::: SUPPLIED RECORDS :::

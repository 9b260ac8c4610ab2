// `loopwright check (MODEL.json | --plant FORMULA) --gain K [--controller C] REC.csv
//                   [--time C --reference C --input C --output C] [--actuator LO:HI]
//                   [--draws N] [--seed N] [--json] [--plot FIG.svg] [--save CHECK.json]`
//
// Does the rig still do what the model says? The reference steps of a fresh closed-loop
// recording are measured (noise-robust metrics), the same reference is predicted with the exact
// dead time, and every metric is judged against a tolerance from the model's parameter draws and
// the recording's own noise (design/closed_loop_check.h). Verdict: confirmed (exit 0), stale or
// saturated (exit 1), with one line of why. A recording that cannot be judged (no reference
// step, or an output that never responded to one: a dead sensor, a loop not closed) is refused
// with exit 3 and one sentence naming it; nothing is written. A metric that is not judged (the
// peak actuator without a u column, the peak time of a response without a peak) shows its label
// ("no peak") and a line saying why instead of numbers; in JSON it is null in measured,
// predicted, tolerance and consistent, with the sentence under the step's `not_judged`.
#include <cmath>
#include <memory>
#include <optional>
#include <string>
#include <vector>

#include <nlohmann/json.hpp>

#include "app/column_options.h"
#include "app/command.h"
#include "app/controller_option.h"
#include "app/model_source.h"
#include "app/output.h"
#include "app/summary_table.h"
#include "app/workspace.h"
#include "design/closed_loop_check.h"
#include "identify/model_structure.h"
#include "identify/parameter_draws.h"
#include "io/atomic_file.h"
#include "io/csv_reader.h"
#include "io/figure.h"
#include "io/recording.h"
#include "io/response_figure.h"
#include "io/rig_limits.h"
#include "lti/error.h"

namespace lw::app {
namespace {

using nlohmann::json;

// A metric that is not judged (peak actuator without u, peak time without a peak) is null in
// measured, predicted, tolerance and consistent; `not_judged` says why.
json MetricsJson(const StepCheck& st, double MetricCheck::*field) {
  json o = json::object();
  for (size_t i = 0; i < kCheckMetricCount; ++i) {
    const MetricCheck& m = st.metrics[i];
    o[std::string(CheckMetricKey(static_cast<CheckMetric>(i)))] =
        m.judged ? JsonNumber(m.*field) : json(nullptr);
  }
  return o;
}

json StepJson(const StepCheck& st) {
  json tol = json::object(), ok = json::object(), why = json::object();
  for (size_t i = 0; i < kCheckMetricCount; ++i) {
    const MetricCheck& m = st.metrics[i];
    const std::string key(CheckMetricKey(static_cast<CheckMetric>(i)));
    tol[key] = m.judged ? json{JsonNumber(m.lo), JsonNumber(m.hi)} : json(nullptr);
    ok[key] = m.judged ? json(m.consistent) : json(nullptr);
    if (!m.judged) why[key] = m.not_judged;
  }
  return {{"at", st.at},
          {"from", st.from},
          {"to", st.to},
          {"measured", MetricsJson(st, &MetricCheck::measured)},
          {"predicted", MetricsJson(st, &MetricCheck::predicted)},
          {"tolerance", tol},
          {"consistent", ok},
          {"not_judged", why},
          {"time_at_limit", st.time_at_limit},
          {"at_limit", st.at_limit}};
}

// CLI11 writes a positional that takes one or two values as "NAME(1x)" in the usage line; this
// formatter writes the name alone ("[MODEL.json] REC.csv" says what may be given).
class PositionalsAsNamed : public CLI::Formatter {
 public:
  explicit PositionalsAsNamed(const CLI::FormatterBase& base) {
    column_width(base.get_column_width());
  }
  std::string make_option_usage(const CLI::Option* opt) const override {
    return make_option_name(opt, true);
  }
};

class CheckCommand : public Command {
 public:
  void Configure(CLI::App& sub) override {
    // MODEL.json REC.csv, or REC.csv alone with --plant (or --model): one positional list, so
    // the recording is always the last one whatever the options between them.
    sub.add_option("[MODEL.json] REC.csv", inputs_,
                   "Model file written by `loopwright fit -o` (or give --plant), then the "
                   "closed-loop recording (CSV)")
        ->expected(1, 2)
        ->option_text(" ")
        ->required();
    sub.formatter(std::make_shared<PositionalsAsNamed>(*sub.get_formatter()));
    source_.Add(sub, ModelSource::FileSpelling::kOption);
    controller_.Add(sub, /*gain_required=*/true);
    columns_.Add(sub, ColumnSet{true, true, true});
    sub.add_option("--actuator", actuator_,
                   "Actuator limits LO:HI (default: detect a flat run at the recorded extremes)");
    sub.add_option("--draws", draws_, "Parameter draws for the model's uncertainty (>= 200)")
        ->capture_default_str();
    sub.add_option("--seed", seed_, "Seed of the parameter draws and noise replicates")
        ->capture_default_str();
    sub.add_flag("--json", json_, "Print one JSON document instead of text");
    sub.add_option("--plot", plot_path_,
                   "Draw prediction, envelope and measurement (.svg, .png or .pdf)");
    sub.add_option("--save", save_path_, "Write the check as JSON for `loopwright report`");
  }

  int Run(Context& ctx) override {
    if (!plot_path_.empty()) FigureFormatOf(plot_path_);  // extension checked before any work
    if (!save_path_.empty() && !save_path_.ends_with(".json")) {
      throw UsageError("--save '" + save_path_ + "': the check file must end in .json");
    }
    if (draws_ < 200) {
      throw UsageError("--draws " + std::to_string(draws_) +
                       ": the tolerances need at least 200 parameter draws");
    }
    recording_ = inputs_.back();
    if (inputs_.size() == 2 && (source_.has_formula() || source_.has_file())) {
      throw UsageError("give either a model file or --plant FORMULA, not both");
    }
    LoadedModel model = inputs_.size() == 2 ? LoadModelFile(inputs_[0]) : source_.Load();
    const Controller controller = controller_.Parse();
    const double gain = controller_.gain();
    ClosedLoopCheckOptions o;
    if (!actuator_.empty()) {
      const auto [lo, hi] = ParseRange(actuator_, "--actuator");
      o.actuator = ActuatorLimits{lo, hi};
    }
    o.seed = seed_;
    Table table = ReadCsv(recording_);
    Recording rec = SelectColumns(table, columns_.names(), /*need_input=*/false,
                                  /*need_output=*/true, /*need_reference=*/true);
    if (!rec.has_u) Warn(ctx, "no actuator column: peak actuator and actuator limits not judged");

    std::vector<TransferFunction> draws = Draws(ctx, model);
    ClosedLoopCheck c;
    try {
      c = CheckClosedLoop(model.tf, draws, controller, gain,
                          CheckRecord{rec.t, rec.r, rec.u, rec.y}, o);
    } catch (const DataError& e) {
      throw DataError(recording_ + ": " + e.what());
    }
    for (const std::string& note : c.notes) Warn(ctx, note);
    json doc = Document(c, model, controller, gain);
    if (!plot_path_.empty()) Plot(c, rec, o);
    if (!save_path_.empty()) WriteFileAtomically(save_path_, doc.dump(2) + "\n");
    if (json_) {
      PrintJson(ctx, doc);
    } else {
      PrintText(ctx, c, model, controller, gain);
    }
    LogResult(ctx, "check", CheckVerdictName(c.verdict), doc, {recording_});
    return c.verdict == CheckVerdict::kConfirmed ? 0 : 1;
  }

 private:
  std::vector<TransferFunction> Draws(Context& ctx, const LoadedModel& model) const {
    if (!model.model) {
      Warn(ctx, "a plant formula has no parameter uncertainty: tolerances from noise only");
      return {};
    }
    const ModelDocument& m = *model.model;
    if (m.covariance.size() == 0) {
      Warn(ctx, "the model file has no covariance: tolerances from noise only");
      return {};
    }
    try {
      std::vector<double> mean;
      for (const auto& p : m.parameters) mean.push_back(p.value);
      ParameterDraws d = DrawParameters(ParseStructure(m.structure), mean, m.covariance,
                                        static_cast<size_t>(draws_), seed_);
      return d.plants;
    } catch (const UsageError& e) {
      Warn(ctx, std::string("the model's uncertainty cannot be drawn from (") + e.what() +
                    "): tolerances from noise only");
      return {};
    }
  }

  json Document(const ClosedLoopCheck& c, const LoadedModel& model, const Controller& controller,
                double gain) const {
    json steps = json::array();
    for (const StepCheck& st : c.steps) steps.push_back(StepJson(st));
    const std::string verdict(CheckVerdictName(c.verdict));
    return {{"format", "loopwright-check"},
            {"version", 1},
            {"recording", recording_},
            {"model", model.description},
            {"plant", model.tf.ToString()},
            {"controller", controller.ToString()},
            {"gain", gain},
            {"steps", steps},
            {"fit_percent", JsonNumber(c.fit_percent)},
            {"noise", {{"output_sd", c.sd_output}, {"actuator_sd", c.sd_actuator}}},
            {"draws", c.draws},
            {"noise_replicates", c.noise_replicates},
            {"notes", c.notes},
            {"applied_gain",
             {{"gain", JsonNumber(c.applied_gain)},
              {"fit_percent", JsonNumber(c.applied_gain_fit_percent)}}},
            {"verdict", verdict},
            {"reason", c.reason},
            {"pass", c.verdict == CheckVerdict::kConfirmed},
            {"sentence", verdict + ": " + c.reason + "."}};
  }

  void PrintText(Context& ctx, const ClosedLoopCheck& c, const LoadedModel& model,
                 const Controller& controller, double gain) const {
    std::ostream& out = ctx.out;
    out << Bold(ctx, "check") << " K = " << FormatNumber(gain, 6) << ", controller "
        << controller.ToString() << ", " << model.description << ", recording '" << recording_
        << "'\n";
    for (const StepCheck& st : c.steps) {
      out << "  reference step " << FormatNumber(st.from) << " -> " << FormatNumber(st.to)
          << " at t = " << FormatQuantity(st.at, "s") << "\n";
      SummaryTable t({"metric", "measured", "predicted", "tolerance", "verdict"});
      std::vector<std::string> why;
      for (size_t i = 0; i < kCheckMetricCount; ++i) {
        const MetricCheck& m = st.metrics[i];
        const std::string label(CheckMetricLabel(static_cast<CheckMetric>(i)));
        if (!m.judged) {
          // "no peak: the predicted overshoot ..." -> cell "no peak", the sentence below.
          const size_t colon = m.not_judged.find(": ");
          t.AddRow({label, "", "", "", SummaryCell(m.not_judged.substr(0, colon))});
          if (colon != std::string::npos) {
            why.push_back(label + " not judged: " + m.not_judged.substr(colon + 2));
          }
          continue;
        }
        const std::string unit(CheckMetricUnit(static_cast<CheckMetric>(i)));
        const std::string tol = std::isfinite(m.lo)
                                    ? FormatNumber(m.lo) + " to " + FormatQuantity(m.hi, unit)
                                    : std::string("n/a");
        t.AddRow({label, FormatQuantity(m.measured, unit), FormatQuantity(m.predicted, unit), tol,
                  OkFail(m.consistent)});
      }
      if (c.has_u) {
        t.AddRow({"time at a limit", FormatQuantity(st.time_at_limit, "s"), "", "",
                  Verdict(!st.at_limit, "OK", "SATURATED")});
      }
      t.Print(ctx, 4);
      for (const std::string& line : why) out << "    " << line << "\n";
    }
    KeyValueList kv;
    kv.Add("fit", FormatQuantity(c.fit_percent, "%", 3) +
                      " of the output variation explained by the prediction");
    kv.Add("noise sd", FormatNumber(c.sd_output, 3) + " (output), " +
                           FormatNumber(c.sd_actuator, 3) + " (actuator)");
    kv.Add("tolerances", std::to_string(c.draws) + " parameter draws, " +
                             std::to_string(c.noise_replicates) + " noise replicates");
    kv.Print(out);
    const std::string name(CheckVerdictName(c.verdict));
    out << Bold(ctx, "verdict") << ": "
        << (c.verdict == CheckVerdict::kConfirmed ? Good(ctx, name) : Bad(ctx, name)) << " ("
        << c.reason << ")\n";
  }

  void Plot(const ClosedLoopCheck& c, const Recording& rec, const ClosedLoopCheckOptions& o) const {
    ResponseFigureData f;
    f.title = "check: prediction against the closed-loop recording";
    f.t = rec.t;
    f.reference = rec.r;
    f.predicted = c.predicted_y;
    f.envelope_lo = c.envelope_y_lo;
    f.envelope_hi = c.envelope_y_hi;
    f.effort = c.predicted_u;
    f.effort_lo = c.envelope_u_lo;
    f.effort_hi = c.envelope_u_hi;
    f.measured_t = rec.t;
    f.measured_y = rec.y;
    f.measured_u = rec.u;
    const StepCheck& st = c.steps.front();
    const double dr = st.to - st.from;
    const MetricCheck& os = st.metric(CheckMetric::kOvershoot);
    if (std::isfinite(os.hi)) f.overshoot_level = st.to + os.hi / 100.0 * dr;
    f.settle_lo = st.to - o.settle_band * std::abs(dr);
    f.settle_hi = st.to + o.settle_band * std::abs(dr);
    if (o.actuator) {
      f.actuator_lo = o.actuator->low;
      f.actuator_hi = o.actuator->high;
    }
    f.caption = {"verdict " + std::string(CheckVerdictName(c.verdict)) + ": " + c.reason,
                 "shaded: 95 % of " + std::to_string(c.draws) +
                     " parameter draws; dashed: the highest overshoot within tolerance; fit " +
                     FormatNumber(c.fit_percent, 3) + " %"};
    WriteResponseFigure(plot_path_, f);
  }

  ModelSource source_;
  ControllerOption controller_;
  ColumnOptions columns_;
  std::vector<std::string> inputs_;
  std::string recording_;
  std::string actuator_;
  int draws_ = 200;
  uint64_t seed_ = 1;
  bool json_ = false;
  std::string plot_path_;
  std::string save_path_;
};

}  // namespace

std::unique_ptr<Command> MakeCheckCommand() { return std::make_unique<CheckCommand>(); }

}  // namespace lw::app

:::

• [ABOUT THIS EXERCISE]
All that belongs in your answer is the stretch of entries above from the line with "->required();" through the line with "if (!save_path_.empty() &&", printed exactly.

• [OUTPUT FOR THIS TASK]
        ->required();
    sub.formatter(std::make_shared<PositionalsAsNamed>(*sub.get_formatter()));
    source_.Add(sub, ModelSource::FileSpelling::kOption);
    controller_.Add(sub, /*gain_required=*/true);
    columns_.Add(sub, ColumnSet{true, true, true});
    sub.add_option("--actuator", actuator_,
                   "Actuator limits LO:HI (default: detect a flat run at the recorded extremes)");
    sub.add_option("--draws", draws_, "Parameter draws for the model's uncertainty (>= 200)")
        ->capture_default_str();
    sub.add_option("--seed", seed_, "Seed of the parameter draws and noise replicates")
        ->capture_default_str();
    sub.add_flag("--json", json_, "Print one JSON document instead of text");
    sub.add_option("--plot", plot_path_,
                   "Draw prediction, envelope and measurement (.svg, .png or .pdf)");
    sub.add_option("--save", save_path_, "Write the check as JSON for `loopwright report`");
  }

  int Run(Context& ctx) override {
    if (!plot_path_.empty()) FigureFormatOf(plot_path_);  // extension checked before any work
    if (!save_path_.empty() && !save_path_.ends_with(".json")) {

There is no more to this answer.